Animals were trained to undergo CANTAB assessments 2–3 times a week in 5–25 min sessions in the afternoon for 20 weeks, as described previously (Hsu et al., 2022). Step 1: To familiarize the animal, CANTAB equipment was brought in front of the animal's cage. The animal was allowed to explore it and take rewards from the dispenser in response to an auditory stimulus from a manual clicker. Step 2: A colored stimulus, filling the whole screen, would appear, and the animal would receive a reward after touching the stimulus. Step 3: A colored stimulus (that reduced in size iteratively after each set of ten consecutive correct responses) would appear, and the animal would receive a reward after touching the stimulus. Step 4 (Motor Screening Task, MOT): A colored stimulus of fixed-size would appear on the screen in random locations, and the animal would receive a reward after touching the stimulus. Animals were given 10 min to complete as many motor tasks as possible. MOT assesses sensorimotor deficits and reaction speed. Accuracy was reflected by the percentage of correct responses over total responses, and speed was reflected by the number of tasks the animal completed within 10 min. Step 5 (Self-ordered spatial search, SOSS): two colored stimuli of fixed size would appear on the screen in random locations. After the animal touched a stimulus, the screen would blank transiently. The same two stimuli would re-appear, and the animal will only receive a reward after touching the previously untouched stimulus. Animals were required to complete 40 SOSS tasks. SOSS is a measure of working memory and executive function, which are fundamental processes involved in many cognitive tasks. Deficits in these processes can have broad impacts on cognition, such as cognitive deficits resulting from loss of sleep. Accuracy on SOSS was reflected by the percentage of correct responses over total responses, and speed was reflected by the time taken to complete 40 tasks.
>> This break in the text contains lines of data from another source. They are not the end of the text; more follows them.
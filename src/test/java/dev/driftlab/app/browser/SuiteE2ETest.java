package dev.driftlab.app.browser;

import static org.assertj.core.api.Assertions.assertThat;

import java.time.Duration;
import java.util.List;
import org.junit.jupiter.api.AfterEach;
import org.junit.jupiter.api.BeforeEach;
import org.junit.jupiter.api.Tag;
import org.junit.jupiter.api.Test;
import org.openqa.selenium.By;
import org.openqa.selenium.WebDriver;
import org.openqa.selenium.WebElement;
import org.openqa.selenium.support.ui.WebDriverWait;
import org.springframework.boot.test.context.SpringBootTest;
import org.springframework.boot.test.web.server.LocalServerPort;

/**
 * A suite built in the browser from the samples: created from the home page, run with its
 * progress bar, its matrix read, and a cell followed to that cell's batch report.
 */
@Tag("e2e")
@SpringBootTest(webEnvironment = SpringBootTest.WebEnvironment.RANDOM_PORT)
class SuiteE2ETest {

    @LocalServerPort
    int port;

    private WebDriver browser;

    @BeforeEach
    void open() {
        browser = Browser.open(1280, 900);
    }

    @AfterEach
    void close() {
        if (browser != null) {
            browser.quit();
        }
    }

    @Test
    void suiteOfTwoSamples_builtRunAndRead_cellLeadsToItsBatchReport() {
        String base = "http://localhost:" + port;
        browser.get(base + "/");
        browser.findElement(By.id("new-suite")).click();
        browser.findElement(By.id("suite-name")).sendKeys("Browser suite");
        WebElement seeds = browser.findElement(By.id("suite-seeds"));
        seeds.clear();
        seeds.sendKeys("2");
        // pick two samples by their labels, as a keyboard or screen-reader user finds them
        List<WebElement> labels = browser.findElements(By.cssSelector("label[for^='sample-']"));
        int picked = 0;
        for (WebElement l : labels) {
            if (l.getText().contains("Open office") || l.getText().contains("Clinic corridor")) {
                browser.findElement(By.id(l.getDomAttribute("for"))).click();
                picked++;
            }
        }
        assertThat(picked).isEqualTo(2);
        browser.findElement(By.id("create-suite")).click();

        assertThat(browser.findElement(By.tagName("h1")).getText()).isEqualTo("Suite: Browser suite");
        assertThat(browser.findElements(By.cssSelector("table.grid tbody tr th a")))
                .hasSize(2);
        browser.findElement(By.id("run-suite")).click();

        // the progress bar is a real <progress> while the cells run; the page polls until the report
        assertThat(browser.findElement(By.id("suite-progress")).getTagName()).isEqualTo("progress");
        new WebDriverWait(browser, Duration.ofMinutes(3))
                .until(d -> !d.findElements(By.id("suite-matrix")).isEmpty());
        String verdict = browser.findElement(By.id("suite-verdict")).getText();
        assertThat(verdict).isIn("pass", "fail", "ended early", "not exercised", "incomplete");

        List<WebElement> rows = browser.findElements(By.cssSelector("#suite-matrix tbody tr"));
        assertThat(rows).hasSize(2);
        List<String> names = rows.stream()
                .map(r -> r.findElement(By.cssSelector("th span")).getText())
                .toList();
        assertThat(names).anyMatch(n -> n.contains("Open office")).anyMatch(n -> n.contains("Clinic corridor"));
        for (WebElement r : rows) {
            // every gate of the cell reads as a word (pass or fail), not a colour
            assertThat(r.findElement(By.cssSelector("td")).getText()).containsAnyOf("pass", "fail");
        }
        WebElement cell = rows.get(0).findElement(By.cssSelector("a.cell-link"));
        assertThat(cell.getText()).startsWith("Batch report: " + names.get(0) + ", as is");
        cell.click();
        new WebDriverWait(browser, Duration.ofSeconds(60))
                .until(d -> d.getCurrentUrl().contains("/batch-report"));
        // the cell's batch report is that scenario's report, of that cell's run alone
        assertThat(browser.getTitle()).isEqualTo("Localization report: " + names.get(0));
    }
}
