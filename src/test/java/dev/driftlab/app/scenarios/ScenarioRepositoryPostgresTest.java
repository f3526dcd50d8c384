package dev.driftlab.app.scenarios;

import dev.driftlab.app.PostgresDatabase;
import org.springframework.boot.jdbc.test.autoconfigure.AutoConfigureTestDatabase;
import org.springframework.boot.jdbc.test.autoconfigure.JdbcTest;
import org.springframework.test.context.DynamicPropertyRegistry;
import org.springframework.test.context.DynamicPropertySource;

/** The scenario store, its migration and its concurrency guard on a real PostgreSQL server. */
@JdbcTest
@AutoConfigureTestDatabase(replace = AutoConfigureTestDatabase.Replace.NONE)
class ScenarioRepositoryPostgresTest extends ScenarioStoreContract {

    @DynamicPropertySource
    static void postgres(DynamicPropertyRegistry registry) {
        PostgresDatabase.register(registry);
    }
}
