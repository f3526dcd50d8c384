package dev.driftlab.app.browser;

import static org.assertj.core.api.Assertions.assertThat;

import java.util.List;
import org.junit.jupiter.api.AfterEach;
import org.junit.jupiter.api.BeforeEach;
import org.junit.jupiter.api.Tag;
import org.junit.jupiter.api.Test;
import org.openqa.selenium.By;
import org.openqa.selenium.WebDriver;
import org.openqa.selenium.WebElement;
import org.springframework.boot.test.context.SpringBootTest;
import org.springframework.boot.test.web.server.LocalServerPort;

/** The home page in a real browser: every sample listed with its drawn site plan. */
@Tag("e2e")
@SpringBootTest(webEnvironment = SpringBootTest.WebEnvironment.RANDOM_PORT)
class HomePageE2ETest {

    @LocalServerPort
    int port;

    private WebDriver browser;

    @BeforeEach
    void open() {
        browser = Browser.open(1280, 900);
    }

    @AfterEach
    void close() {
        if (browser != null) {
            browser.quit();
        }
    }

    @Test
    void home_showsEverySampleWithItsPlan() {
        browser.get("http://localhost:" + port + "/");

        // other browser tests share this server's database, so the list may hold more scenarios
        // than the samples; the page draws plans within its drawing budget and says so for the rest
        List<WebElement> cards = browser.findElements(By.cssSelector("li.scenario-card"));
        assertThat(cards).isNotEmpty();
        int drawn = 0;
        for (WebElement card : cards) {
            boolean plan = !card.findElements(By.cssSelector("svg.site-plan")).isEmpty();
            boolean note = card.getText().contains("Plan too large to");
            assertThat(plan && note)
                    .as("a card draws its plan or says why not: %s", card.getText())
                    .isFalse();
            drawn += plan ? 1 : 0;
        }
        assertThat(drawn).isGreaterThanOrEqualTo(1);
        List<WebElement> plans = browser.findElements(By.cssSelector("svg.site-plan"));
        assertThat(plans.get(0).getSize().getWidth()).isGreaterThan(200);
        assertThat(browser.getPageSource())
                .contains("Storage hall: robot carried away mid-route")
                .contains("Clinic corridor with look-alike doors")
                .contains("Open office: carpet edge and a silent wheel stall")
                .contains("Ward: door shut against the map, carts in the corridor");
        // the sample picker stays inside its card, whatever the length of the sample names
        WebElement picker = browser.findElement(By.id("sample"));
        WebElement card = picker.findElement(By.xpath("ancestor::form[1]"));
        assertThat(picker.getRect().getX() + picker.getRect().getWidth())
                .isLessThanOrEqualTo(card.getRect().getX() + card.getRect().getWidth());
        assertThat(Axe.serious(browser)).as("axe-core on the home page").isEmpty();
        assertThat(Browser.screenshot(browser, "home")).exists();
    }
}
2.4. Sleep deprivation procedures

Animals were kept awake for 48 h starting from 7 a.m. when the facility's lights were turned on. Lights in the room remained switched on during the 48 h of sleep deprivation. One or two staff (working in 3–4 h shifts) were always in the room with the animals, ensuring that they remained awake. Methods to keep animals awake included music, video, food enrichment, toys, and human interactions, including talking to, reading to, playing with the animals, blowing soap bubbles, ringing a bell, and gently pulling the squeeze bar.

2.5. Measurement of cellular immune activation

Whole-blood samples were obtained from animals at various times pre- and post-sleep deprivation, as indicated in Fig. 1. The whole-blood was directly stained with fluorescently conjugated antibodies against CD3, CD4, CD8, CD20, CD159a, CD14, CD16, HLA-DR, and CD69 (BD Biosciences, eBioscience, Biolegend). After incubation with the antibodies, the blood was then lysed with RBC lysing buffer (BD Biosciences) and run on an LSRII flow cytometer (BD Biosciences, San Jose, California, USA) to assess the distribution and activation status of peripheral immune cells at different times during the study. Data were analyzed using FlowJo software v.9.9.6 (BD Biosciences).

2.6. Measurement of plasma cytokine levels

Plasma soluble markers of immune activation (including G-CSF, GM-CSF, IFNγ, IL-1β, IL-1ra, IL-2, IL-4, IL-5, IL-6, IL-8, IL-10, IL-12/23(p40), IL-13, IL-15, IL-17A, MCP-1, MIP-1β, MIP-1α, sD40L, TGF-α, TNF-α, VEGF, and IL-18) were quantified using the MILLIPLEX MAP NHP Cytokine Magnetic Bead Panel (EMD Millipore Corporation, Billerica, Massachusetts, USA) per manufacturer instructions, as previously described (Hsu et al., 2018).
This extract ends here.